El populismo y el secesionismo han identificado claramente a su enemigo: el bloque monárquico. La monarquía parlamentaria es el vástago corrupto del franquismo. Dado que no es posible descabezarla, sería deseable desmontarla. No importa que algunos de los países más avanzados del planeta (Noruega, Suecia, Dinamarca, Nueva Zelanda, Canadá, Australia y Países Bajos) conserven la monarquía parlamentaria como forma del Estado. Se olvida que las monarquías constitucionales poseen un carácter representativo y una función moderadora. Pueden asumir un liderazgo esencial durante una situación de crisis, como ha sucedido en España durante la rebelión del Govern o el golpe del coronel Tejero. La monarquía proporciona continuidad, estabilidad, solemnidad. Lo simbólico desempeña un papel esencial en la vida de un país. La limitación de poderes de la Corona neutraliza los estragos que podría causar un mal rey. En cambio, el presidente de una república no está sujeto a un control tan estricto y puede causar verdaderos estropicios. Evidentemente, la monarquía debe funcionar con transparencia y ejemplaridad para no caer en el descrédito, pero no debe confundirse lo público con lo privado. El rey es tan humano como el presidente de cualquier república. El juicio sobre su comportamiento se circunscribe a sus actos públicos. Sus problemas domésticos sólo son de su incumbencia. José María Pemán nos dejó una frase memorable sobre la monarquía: «Al lado del Carlos V de Tiziano, un presidente de República tiene un cierto aire de retorno, no diré que hacia el jefe de la tribu, pero sí hacia el alcalde pedáneo o el juez de paz». Felipe VI no es Carlos V. De hecho pertenece a otra dinastía, pero varios siglos de tradición le proporcionan una densidad histórica y simbólica que no está al alcance de un político sujeto a una transitoriedad consustancial.
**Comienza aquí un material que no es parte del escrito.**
import {
  facetKeys,
  facets,
  rangeKeys,
  ranges,
  type FacetKey,
  type IndexQuery,
  type RangeKey,
} from "@/lib/contracts/index-query";
import type { Handle } from "../../client/connect";
import { asked } from "./entries";

export type ValueCounts = Record<string, { value: string; count: number }[]>;
export type BinCounts = Record<string, { from: number; count: number }[]>;

/** A facet of more values than this is cut to its most frequent ones, as the search service cuts it. */
const mostValues = 300;

const isChosen = (question: IndexQuery, facet: FacetKey) => (question.facets[facet] ?? []).length > 0;

/** Several columns' counts from one pass; `key` of each row is the place of its column in the list. */
async function groupedCounts(
  db: Handle,
  { question, without, expressions }: { question: IndexQuery; without?: string; expressions: readonly string[] },
): Promise<{ key: number; value: string; count: number }[]> {
  if (expressions.length === 0) return [];
  const columns = expressions.map((expression, n) => db.raw(`${expression} as v${n}`));
  const inner = asked(db, question, without).select(columns);
  const names = expressions.map((_, n) => `v${n}`);
  return db
    .from(inner.as("entries"))
    .select(
      // Each set leaves all columns but one aggregated away: that one says which it is.
      db.raw(`case ${names.map((name, n) => `when grouping(${name}) = 0 then ${n}`).join(" ")} end as key`),
      db.raw(`coalesce(${names.join(", ")}) as value`),
      db.raw("count(*)::int as count"),
    )
    .groupByRaw(`grouping sets (${names.map((name) => `(${name})`).join(", ")})`)
    .havingRaw(`coalesce(${names.join(", ")}) is not null`)
    .orderByRaw("1, 3 desc, 2");
}

/** One designer's handle a row, since a design may have several. */
async function designerCounts(db: Handle, question: IndexQuery): Promise<{ value: string; count: number }[]> {
  const inner = asked(db, question, "designer").select("design_id");
  return db
    .from(inner.as("e"))
    .join("shown.designer as d", "d.design_id", "e.design_id")
    .groupBy("d.handle")
    .select({ value: "d.handle" }, db.raw("count(*)::int as count"))
    .orderBy([{ column: "count", order: "desc" }, "value"])
    .limit(mostValues);
}

/**
 * Counts of every facet's values, each under everything asked but the facet's own choice; the most frequent first.
 * Facets without a choice share one pass over the matches; a chosen one needs a pass of its own.
 */
export async function countFacets(db: Handle, { question }: { question: IndexQuery }): Promise<ValueCounts> {
  const plain = facetKeys.filter((facet) => facet !== "designer");
  const open = plain.filter((facet) => !isChosen(question, facet));
  const passes = [
    { facetsOf: open, without: undefined as string | undefined },
    ...plain.filter((facet) => isChosen(question, facet)).map((facet) => ({ facetsOf: [facet], without: facet })),
  ];
  const counted: ValueCounts = Object.fromEntries(facetKeys.map((facet) => [facet, []]));
  await Promise.all([
    ...passes.map(async ({ facetsOf, without }) => {
      const expressions = facetsOf.map((facet) => `${facets[facet].column}::text`);
      for (const row of await groupedCounts(db, { question, without, expressions })) {
        const list = counted[facetsOf[row.key] ?? ""];
        if (list && list.length < mostValues) list.push({ value: row.value, count: row.count });
      }
    }),
    designerCounts(db, question).then((list) => void (counted.designer = list)),
  ]);
  return counted;
}

/** Bins of every range's values, each under everything asked but the range's own bounds: lower edge and count. */
export async function countHistograms(db: Handle, { question }: { question: IndexQuery }): Promise<BinCounts> {
  const open = rangeKeys.filter((range) => !question.ranges[range]);
  const passes = [
    { rangesOf: open, without: undefined as string | undefined },
    ...rangeKeys.filter((range) => question.ranges[range]).map((range) => ({ rangesOf: [range], without: range })),
  ];
  const counted: BinCounts = Object.fromEntries(rangeKeys.map((range) => [range, []]));
  await Promise.all(
    passes.map(async ({ rangesOf, without }) => {
      const expressions = rangesOf.map((range) => binOf(range));
      for (const row of await groupedCounts(db, { question, without, expressions })) {
        const range = rangesOf[row.key];
        if (range)
          counted[range]?.push({ from: Number((Number(row.value) * ranges[range].step).toFixed(6)), count: row.count });
      }
    }),
  );
  for (const list of Object.values(counted)) list.sort((a, b) => a.from - b.from);
  return counted;
}

/** The number of a value's bin. A value within 1e-9 of the next bin's edge belongs there: 0.7 / 0.1 is 6.999… */
const binOf = (range: RangeKey) => `floor(${ranges[range].column} / ${ranges[range].step} + 1e-9)`;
El paraíso no está en la otra esquina. No se me ocurre un argumento más consistente contra las promesas utópicas del populismo y el secesionismo. La política se hace con sentido común y prudencia, no con raptos místicos que suelen conducir a la fractura social, el odio hacia el otro y el cataclismo económico. En la arena política, no hay que batallar por lo absoluto, sino por lo óptimo y posible. La crisis catalana parece desinflada, pero no resuelta. El problema persistirá durante mucho tiempo y sólo se resolverá mediante la pedagogía, el diálogo y el respeto a la ley. Mientras tanto, podemos descargar la tensión de las últimas semanas preguntándonos si Carles Puigdemont ha digerido que no se parece a Abraracúrcix, jefe de la indómita aldea gala, sino a Asurancetúrix, el bardo cuyo espantoso canto desencadena tormentas.